Data for the task Block Start
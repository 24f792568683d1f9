import { setupSchema, type Setup } from "@/render/scene/setup";
import type { SavedSetup } from "@/lib/setups/schema";
import { requestJson, RequestError } from "../api/request";

export type SaveState =
  | { kind: "saved"; at: string; by: string | null }
  | { kind: "waiting" }
  | { kind: "saving" }
  | { kind: "unfit" }
  | { kind: "failed"; message: string }
  /** Someone else saved first; the reader's own values stay in the form until they choose. */
  | { kind: "conflict"; message: string };

export interface SaveOutcome {
  state: SaveState;
  /** What the server now holds, when it took the values. */
  saved?: { revision: number; setup: Setup };
}

export const setupPath = (shotId: string): string => `/api/shots/${shotId}/setup`;

/** Sends the values to be saved on a revision. Never throws: what went wrong is the outcome. */
export async function saveSetup(shotId: string, revision: number, values: Setup): Promise<SaveOutcome> {
  const parsed = setupSchema.safeParse(values);
  if (!parsed.success) return { state: { kind: "unfit" } };
  try {
    const body = { revision, setup: parsed.data };
    const answer = await requestJson<SavedSetup>(setupPath(shotId), { method: "PUT", body });
    return {
      state: { kind: "saved", at: answer.savedAt, by: null },
      saved: { revision: answer.revision, setup: values },
    };
  } catch (error) {
    const message = error instanceof Error ? error.message : "It could not be saved.";
    const conflict = error instanceof RequestError && error.code === "conflict";
    return { state: { kind: conflict ? "conflict" : "failed", message } };
  }
}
Data for the task Block End
**What is required:** Please copy the line holding "string; by: string" and all lines after it to the end of the records, exactly, and nothing else.

**Answer box:**
  | { kind: "saved"; at: string; by: string | null }
  | { kind: "waiting" }
  | { kind: "saving" }
  | { kind: "unfit" }
  | { kind: "failed"; message: string }
  /** Someone else saved first; the reader's own values stay in the form until they choose. */
  | { kind: "conflict"; message: string };

export interface SaveOutcome {
  state: SaveState;
  /** What the server now holds, when it took the values. */
  saved?: { revision: number; setup: Setup };
}

export const setupPath = (shotId: string): string => `/api/shots/${shotId}/setup`;

/** Sends the values to be saved on a revision. Never throws: what went wrong is the outcome. */
export async function saveSetup(shotId: string, revision: number, values: Setup): Promise<SaveOutcome> {
  const parsed = setupSchema.safeParse(values);
  if (!parsed.success) return { state: { kind: "unfit" } };
  try {
    const body = { revision, setup: parsed.data };
    const answer = await requestJson<SavedSetup>(setupPath(shotId), { method: "PUT", body });
    return {
      state: { kind: "saved", at: answer.savedAt, by: null },
      saved: { revision: answer.revision, setup: values },
    };
  } catch (error) {
    const message = error instanceof Error ? error.message : "It could not be saved.";
    const conflict = error instanceof RequestError && error.code === "conflict";
    return { state: { kind: conflict ? "conflict" : "failed", message } };
  }
}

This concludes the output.